▸ **YOUR OBJECTIVE**: Copy each line of the records that contains the word "ScenarioData".

▸ **TASK INPUTS**:
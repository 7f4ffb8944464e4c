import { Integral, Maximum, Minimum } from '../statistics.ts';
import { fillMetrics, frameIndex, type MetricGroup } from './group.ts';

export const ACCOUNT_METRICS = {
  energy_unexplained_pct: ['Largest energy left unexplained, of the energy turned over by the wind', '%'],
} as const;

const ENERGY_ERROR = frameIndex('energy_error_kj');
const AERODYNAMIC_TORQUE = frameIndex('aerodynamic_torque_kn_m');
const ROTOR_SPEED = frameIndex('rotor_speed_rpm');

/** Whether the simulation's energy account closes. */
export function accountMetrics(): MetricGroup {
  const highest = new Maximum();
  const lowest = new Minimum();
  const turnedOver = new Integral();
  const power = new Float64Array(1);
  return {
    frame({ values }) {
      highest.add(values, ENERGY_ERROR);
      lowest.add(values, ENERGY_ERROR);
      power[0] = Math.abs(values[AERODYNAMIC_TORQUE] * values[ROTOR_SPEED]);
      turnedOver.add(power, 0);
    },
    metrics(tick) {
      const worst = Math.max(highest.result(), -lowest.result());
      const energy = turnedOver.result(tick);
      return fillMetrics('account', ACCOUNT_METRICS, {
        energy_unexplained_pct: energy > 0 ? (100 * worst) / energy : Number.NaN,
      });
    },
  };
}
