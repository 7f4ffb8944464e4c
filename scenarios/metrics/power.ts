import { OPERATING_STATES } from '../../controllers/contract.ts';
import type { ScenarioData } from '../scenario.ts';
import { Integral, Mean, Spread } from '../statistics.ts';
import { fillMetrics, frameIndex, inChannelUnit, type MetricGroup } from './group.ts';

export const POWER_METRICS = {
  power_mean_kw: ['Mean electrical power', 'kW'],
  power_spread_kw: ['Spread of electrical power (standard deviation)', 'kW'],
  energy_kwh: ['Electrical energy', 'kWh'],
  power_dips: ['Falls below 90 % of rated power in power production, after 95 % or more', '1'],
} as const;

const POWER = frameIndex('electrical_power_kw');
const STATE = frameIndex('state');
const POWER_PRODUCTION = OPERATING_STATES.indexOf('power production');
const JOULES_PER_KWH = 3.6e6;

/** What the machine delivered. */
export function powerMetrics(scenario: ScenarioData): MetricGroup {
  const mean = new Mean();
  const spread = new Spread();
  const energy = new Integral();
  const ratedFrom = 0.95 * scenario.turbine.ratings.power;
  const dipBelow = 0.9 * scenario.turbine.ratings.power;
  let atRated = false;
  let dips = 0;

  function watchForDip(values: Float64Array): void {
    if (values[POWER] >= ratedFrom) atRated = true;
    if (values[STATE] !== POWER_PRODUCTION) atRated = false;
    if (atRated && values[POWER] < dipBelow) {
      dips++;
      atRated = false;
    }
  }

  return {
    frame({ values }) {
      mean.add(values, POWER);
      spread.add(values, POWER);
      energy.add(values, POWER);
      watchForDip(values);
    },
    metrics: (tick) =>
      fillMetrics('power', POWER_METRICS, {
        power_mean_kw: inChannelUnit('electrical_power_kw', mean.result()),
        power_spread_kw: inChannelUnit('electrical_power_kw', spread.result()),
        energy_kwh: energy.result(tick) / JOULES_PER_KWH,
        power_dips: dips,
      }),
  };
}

▸ **EXERCISE OUTPUT**:
import type { ScenarioData } from '../scenario.ts';
export function powerMetrics(scenario: ScenarioData): MetricGroup {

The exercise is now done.